A Systematic Characterization of LLM Inference on GPUs
Haonan Wang, Xuxin Xiao, Mingyu Yan, Zhuoyuan Zhu, Dengke Han, Duo Wang, Wenming Li, Xiaochun Ye, Cunchen Hu, Hongyang Chen, Guangyu Sun
TL;DR
This work presents a rigorous, multi-layered characterization of LLM inference on GPUs, introducing a four-dimensional framework that traces performance from macroscopic observations (two-phase heterogeneity) to microarchitectural root causes, system-scale scaling, and emerging paradigms like MoE and RAG. By integrating Roofline analysis, stall/memory-pattern profiling, and cross-platform experiments (data-center GPUs and edge devices), the authors reveal that Prefill is compute-bound while Decode is memory-bound, with bottlenecks migrating based on input length, context size, and workload. The study demonstrates phase-aware scaling principles, showing Tensor Parallelism best serves Prefill while Pipeline or single-GPU execution benefits Decode, and it highlights energy predictability driven predominantly by the Decode phase.
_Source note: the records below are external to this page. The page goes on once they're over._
"""convert-csv reads its file a block of lines at a time, each block one
text, while every line is one row: a block is then cheap to hand to a
helper process (:mod:`.parallel`), whoever converts it reads its rows with
csv.reader, and one process reads a block and its rows a little faster
than csv.reader reads them from the file (49 against 58 ms per 50,000
lines). A line that ends inside a quoted cell (one holding a line break)
is not a row of its own: from its block on, the caller reads the rows with
csv.reader from the file. (Splitting each line at its commas where nothing is quoted
was tried: 62 ms, slower than csv.reader's 43.)
"""
from __future__ import annotations

import csv
import io
import time
from itertools import islice

#: Helpers are kept while this process's own chunk takes at least this many
#: times as long to convert as a block of lines takes to read: 20-26 on a
#: file of all-different readings, 8-11 where readings repeat and each
#: distinct one is converted once, which one process does faster.
HELPERS_PAY = 15

#: A line csv.reader reads as no row (skipped, and not counted).
_BLANK = frozenset(("\n", "\r\n", "\r"))


def put_line_blocks(src, in_order, shape: tuple, chunk_rows: int) -> tuple[int, list | None]:
    """Put the file's lines (``src``, after its header) into ``in_order``
    a block at a time, as text with ``shape`` (the input columns, their
    positions, the output columns) and the block's first line, while every
    line is one row. Returns (rows put, None) at the end of the file, or
    (rows put, the lines of the block where a line is not a row of its own)
    where csv.reader must go on. Helpers are stopped where they do not pay
    (:data:`HELPERS_PAY`)."""
    total = 0
    while True:
        started = time.perf_counter()
        try:
            lines = list(islice(src, chunk_rows))
        except Exception:               # not UTF-8...: the chunks before it are written first,
            in_order.finish()           # as on one core (a bad row among them comes first)
            raise
        if not lines:
            return total, None
        text = "".join(lines)
        if '"' in text and not _one_row_each([line for line in lines if '"' in line]):
            return total, lines
        n = len(lines) - sum(map(_BLANK.__contains__, lines))
        read_s = time.perf_counter() - started
        if n:
            in_order.put(text, *shape, 2 + total)
        total += n
        if in_order.jobs > 1 and in_order.own_s is not None \
                and in_order.own_s < HELPERS_PAY * read_s:
            in_order.alone()            # repeated readings: one process is faster


def _one_row_each(lines: list[str]) -> bool:
    """Whether each of these lines (those with a quote) is one whole row:
    read by csv.reader in its strict mode, a line that ends inside a quoted
    cell (which the next line would continue) raises or takes the next line
    in, so fewer rows than lines come out; a line it reads alone is read
    the same within the file."""
    try:
        return sum(1 for _ in csv.reader(lines, strict=True)) == len(lines)
    except csv.Error:
        return False


def rows_of_text(text: str) -> list[list[str]]:
    """The rows of a block of lines as csv.reader reads them, blank lines
    left out."""
    return [row for row in csv.reader(io.StringIO(text, newline="")) if row]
Furthermore, it analyzes MoE and RAG as paradigms that redefine bottlenecks, providing actionable optimization guidelines for architecture-system co-design across cloud to edge environments.
Abstract
This work presents a systematic characterization of Large Language Model (LLM) inference to address fragmented understanding. Through comprehensive experiments, we establish a four-dimensional analytical framework: (1) Two-Phase Heterogeneity Observation; (2) Microarchitectural Root Cause Analysis; (3) System Scaling Principles; and (4) Emerging Paradigm Boundaries. Our investigation progresses systematically from observation to foresight: identifying performance phenomena, revealing hardware causes, validating system behavior, and exploring new paradigms. This study not only consolidates a reliable empirical foundation for existing research but also provides new discoveries and practical optimization guidance for LLM inference.